YOUR TASK
Within the entries below, find every line that has the string "RETRIES", then copy it.

INPUT

"""Loop batches on a dask cluster (`dask.distributed`), when the user names a scheduler.

Without a scheduler address nothing here is used: the runner keeps its worker processes on this
machine.  With one (`scheduler=` in `estimate_third_order`, `--sample-cluster` on the command line,
or the environment variable CLUSTEREXP_SAMPLE_CLUSTER), every seeded batch (family, round) is one dask
task.  A batch's numbers depend only on (seed, family, round, size, slices), so the cluster gives the
same numbers as one process, bit for bit, whatever the number of workers.  A task whose worker is
lost is recomputed by the scheduler; a task that raises is retried (`RETRIES`); the runner stores
results by (family, round), so no batch is lost or counted twice.
"""
from __future__ import annotations

import os
from contextlib import contextmanager

from .runner import LoopsError

ENVIRONMENT = "CLUSTEREXP_SAMPLE_CLUSTER"
RETRIES = 3
CONNECT_TIMEOUT = "20s"


def scheduler_address(given: str | None = None) -> str | None:
    """The scheduler to use: the given address, else the environment variable, else None (local)."""
    if given:
        return given
    return os.environ.get(ENVIRONMENT) or None


def _client(address: str):
    try:
        from dask.distributed import Client
    except ImportError:
        raise LoopsError(f"sampling on the cluster at {address} needs dask.distributed "
                         "(pip install 'clusterexp[cluster]')") from None
    try:
        return Client(address, timeout=CONNECT_TIMEOUT, set_as_default=False)
    except (OSError, TimeoutError) as error:
        raise LoopsError(f"cannot reach the dask scheduler at {address}: {error}") from None


def _batch(*task):
    # looked up at call time so that the function the worker runs is the runner's
    from . import runner
    return runner.run_batch(*task)


def cluster_pool(address: str):
    """(context manager, submit, wait for the first finished, concurrent slots) on the cluster at
    `address`, the same shape as the runner's local pool."""
    from dask.distributed import as_completed
    client = _client(address)
    with client.as_current():
        finished = as_completed()

    @contextmanager
    def context():
        try:
            with client.as_current():
                yield client
        finally:
            client.close()

    def submit(task):
        future = client.submit(_batch, *task, pure=False, retries=RETRIES)
        finished.add(future)
        return future

    def first_finished(futures):
        # at least one, then whatever else is already done
        return [next(finished)] + list(finished.next_batch(block=False))

    slots = max(1, sum(client.nthreads().values()))
    return context(), submit, first_finished, slots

ANSWER BOX
lost is recomputed by the scheduler; a task that raises is retried (`RETRIES`); the runner stores
RETRIES = 3
        future = client.submit(_batch, *task, pure=False, retries=RETRIES)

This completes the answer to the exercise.